*** DATA FOR THIS TASK Section Begins ***

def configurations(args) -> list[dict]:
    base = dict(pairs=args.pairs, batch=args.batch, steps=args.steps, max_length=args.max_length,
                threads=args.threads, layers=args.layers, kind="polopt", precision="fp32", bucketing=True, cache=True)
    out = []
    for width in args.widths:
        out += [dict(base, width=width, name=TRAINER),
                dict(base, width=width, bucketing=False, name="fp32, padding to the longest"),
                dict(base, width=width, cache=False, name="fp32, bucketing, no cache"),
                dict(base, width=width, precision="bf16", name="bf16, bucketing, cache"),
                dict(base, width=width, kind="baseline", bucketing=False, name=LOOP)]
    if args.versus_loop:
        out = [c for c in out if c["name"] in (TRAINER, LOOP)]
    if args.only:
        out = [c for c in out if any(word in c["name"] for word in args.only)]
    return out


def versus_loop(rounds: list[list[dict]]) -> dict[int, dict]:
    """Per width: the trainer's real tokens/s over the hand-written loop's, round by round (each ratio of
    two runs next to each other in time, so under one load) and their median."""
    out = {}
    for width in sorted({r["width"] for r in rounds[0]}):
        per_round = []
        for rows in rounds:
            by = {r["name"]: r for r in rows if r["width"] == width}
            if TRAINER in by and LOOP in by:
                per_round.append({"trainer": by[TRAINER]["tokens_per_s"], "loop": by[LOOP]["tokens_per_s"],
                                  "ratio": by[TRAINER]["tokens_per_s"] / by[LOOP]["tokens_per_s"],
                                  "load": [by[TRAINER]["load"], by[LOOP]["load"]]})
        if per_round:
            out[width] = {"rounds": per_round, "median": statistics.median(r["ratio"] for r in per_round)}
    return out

*** DATA FOR THIS TASK Section Ends ***
*** DATA FOR THIS TASK Section Begins ***

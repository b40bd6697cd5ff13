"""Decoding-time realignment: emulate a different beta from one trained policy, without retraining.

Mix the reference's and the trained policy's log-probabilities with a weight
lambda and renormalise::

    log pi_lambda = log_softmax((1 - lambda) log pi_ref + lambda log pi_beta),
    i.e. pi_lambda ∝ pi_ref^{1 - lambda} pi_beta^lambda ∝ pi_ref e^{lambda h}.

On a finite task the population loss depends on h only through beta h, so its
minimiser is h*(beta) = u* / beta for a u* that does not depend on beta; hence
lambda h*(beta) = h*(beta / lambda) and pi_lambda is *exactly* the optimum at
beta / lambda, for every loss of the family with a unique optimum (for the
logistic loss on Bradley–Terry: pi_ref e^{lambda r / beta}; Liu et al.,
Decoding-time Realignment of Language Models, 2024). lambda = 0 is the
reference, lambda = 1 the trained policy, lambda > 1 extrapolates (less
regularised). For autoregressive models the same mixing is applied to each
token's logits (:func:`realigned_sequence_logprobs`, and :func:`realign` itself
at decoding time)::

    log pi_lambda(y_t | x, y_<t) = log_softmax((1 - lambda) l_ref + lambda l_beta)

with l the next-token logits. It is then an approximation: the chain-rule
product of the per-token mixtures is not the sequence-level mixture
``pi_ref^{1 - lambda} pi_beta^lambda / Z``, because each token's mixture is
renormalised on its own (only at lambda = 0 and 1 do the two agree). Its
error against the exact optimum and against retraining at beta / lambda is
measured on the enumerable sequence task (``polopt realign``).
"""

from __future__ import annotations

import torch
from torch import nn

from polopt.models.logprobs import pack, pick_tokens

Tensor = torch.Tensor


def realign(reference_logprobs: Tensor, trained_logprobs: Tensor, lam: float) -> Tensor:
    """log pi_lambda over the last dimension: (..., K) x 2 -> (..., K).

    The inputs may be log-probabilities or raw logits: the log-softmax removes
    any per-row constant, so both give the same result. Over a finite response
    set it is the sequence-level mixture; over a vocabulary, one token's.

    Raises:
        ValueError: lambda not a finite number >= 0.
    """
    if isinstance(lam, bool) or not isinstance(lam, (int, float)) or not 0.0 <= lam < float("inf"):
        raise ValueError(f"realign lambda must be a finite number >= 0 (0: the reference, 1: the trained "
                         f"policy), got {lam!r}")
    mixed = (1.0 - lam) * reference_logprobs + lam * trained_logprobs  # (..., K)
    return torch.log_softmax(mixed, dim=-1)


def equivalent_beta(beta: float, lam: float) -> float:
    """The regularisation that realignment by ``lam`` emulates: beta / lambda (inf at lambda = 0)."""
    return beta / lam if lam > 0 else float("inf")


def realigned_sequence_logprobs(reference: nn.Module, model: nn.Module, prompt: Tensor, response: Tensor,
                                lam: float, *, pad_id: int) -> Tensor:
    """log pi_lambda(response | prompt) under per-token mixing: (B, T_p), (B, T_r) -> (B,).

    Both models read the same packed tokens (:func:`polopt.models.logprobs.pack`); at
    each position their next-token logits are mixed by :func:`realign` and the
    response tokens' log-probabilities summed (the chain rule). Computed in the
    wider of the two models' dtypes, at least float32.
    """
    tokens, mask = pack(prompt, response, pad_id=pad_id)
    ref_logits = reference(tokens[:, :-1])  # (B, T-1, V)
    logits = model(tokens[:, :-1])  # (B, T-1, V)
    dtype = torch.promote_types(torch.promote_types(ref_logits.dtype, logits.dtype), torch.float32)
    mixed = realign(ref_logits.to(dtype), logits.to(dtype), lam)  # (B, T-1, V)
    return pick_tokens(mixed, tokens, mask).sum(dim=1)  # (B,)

*** DATA FOR THIS TASK Section Ends ***

§ **EXERCISE DIRECTIONS**: All lines above containing the string "probabilities" are to be collected.

§ **SOLUTION**:
Mix the reference's and the trained policy's log-probabilities with a weight
    The inputs may be log-probabilities or raw logits: the log-softmax removes
    response tokens' log-probabilities summed (the chain rule). Computed in the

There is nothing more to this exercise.